Norwegen: 4 Tage im Dovrefjell bei den Moschusochsen

  • Reiseziel: Norwegen, Dovrefjell
    Reisezeit: 19.08.2015 - 22.08.2015
    Reisender: smeagol (Guido)


    Hier ein zugegebener Maßen sehr bildlastiger Bericht einer 4-Tagestour im norwegischen Dovrefjell. Im Rahmen meines Norwegenurlaubes, der in erster Linie unter dem Aspekt der Entspannung stand, konnte ich es mir nicht nehmen lassen, endlich mal die Moschusochsen zu besuchen.

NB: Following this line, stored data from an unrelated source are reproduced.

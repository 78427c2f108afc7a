package org.clearance.rules;

import java.util.ArrayList;
import java.util.HashMap;
import java.util.LinkedHashMap;
import java.util.LinkedHashSet;
import java.util.List;
import java.util.Map;
import java.util.Optional;
import java.util.Set;
import java.util.regex.Pattern;
import org.clearance.io.ValueRange;
import org.clearance.io.YamlMap;
import org.clearance.line.ConductorPosition.Role;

    Recherchen hatten ergeben, dass die größte Wahrscheinlichkeit auf Sichtungen zum jetzigen Zeitpunkt im Bereich zwischen Kongsvold bzw. Gronbakken und der Hütte Reinheim besteht.


    Grundsätzlich könnte man diesen Bereich problemlos in 2 Tagen abwandern. Ich wollte mir aber Zeit lassen und vor allen Dingen die Landschaft genießen, so dass es 4 Tage wurden.


    So ging es von Kongsvold nördlich des Flusses Stropla in Richtung Reinheim.



    Ungefähr auf der Hälfte der Strecke traf ich die erste Herde von 6 Tieren.








    Grundsätzlich wird empfohlen, sich den Tieren nicht näher als 200 m zu nähern. Ich habe mich aber über einen sehr langen Zeitraum (mehrere Stunden) sehr langsam angenähert, immer wieder hingesetzt und gewartet und war schließlich im Bereich von 50 m Entfernung, z. Teil auch nur 20 m. Die Tiere waren die gesamte Zeit ausgesprochen entspannt und zeigten nicht die geringsten Zeichen von besonderem Interesse, Furcht, Aufgeregtheit oder Aggression. Sie fraßen einfach weiter oder ruhten. Grandioses Erlebnis so nah bei den Moschusochsen zu sein.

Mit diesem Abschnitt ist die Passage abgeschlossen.